Input records>
[Start of section]

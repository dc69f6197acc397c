// Package resample says how sure an estimate is by working it out again and
// again on parts and redraws of its own data: the jackknife, the moving-block
// bootstrap, and p-values by simulation.
//
// The model:
//   - A Statistic is a pure function of the positions drawn, so that one form
//     serves the estimate, the jackknife and the bootstrap.
//   - Draws are made in chunks of a fixed size. Each chunk has its own source,
//     derived from the seed and the chunk's number: a result depends on seed and
//     number of draws, never on the number of workers or on their timing.
//   - Samplers (Binomial, Splitter, Urn) are exact up to the rounding of
//     float64; none goes by way of a normal or Poisson approximation.
//   - A p-value by simulation carries exact bounds of its own (Clopper and
//     Pearson), since the number of draws past the observed value is binomial.
//
// Caveats. The bootstrap needs some twenty periods to say anything, and a block
// longer than the correlation it is to keep; its intervals are approximate,
// unlike those of package exact. A jackknife standard error assumes a smooth
// statistic: it fails for a median.
package resample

[End of section]

Aim of the exercise> Exactly as they appear above, output the lines of the data from the first through the one that contains "own (Clopper and", and only those lines.

Written response>
repository dc69f6197acc397c
// Package resample says how sure an estimate is by working it out again and
// again on parts and redraws of its own data: the jackknife, the moving-block
// bootstrap, and p-values by simulation.
//
// The model:
//   - A Statistic is a pure function of the positions drawn, so that one form
//     serves the estimate, the jackknife and the bootstrap.
//   - Draws are made in chunks of a fixed size. Each chunk has its own source,
//     derived from the seed and the chunk's number: a result depends on seed and
//     number of draws, never on the number of workers or on their timing.
//   - Samplers (Binomial, Splitter, Urn) are exact up to the rounding of
//     float64; none goes by way of a normal or Poisson approximation.
//   - A p-value by simulation carries exact bounds of its own (Clopper and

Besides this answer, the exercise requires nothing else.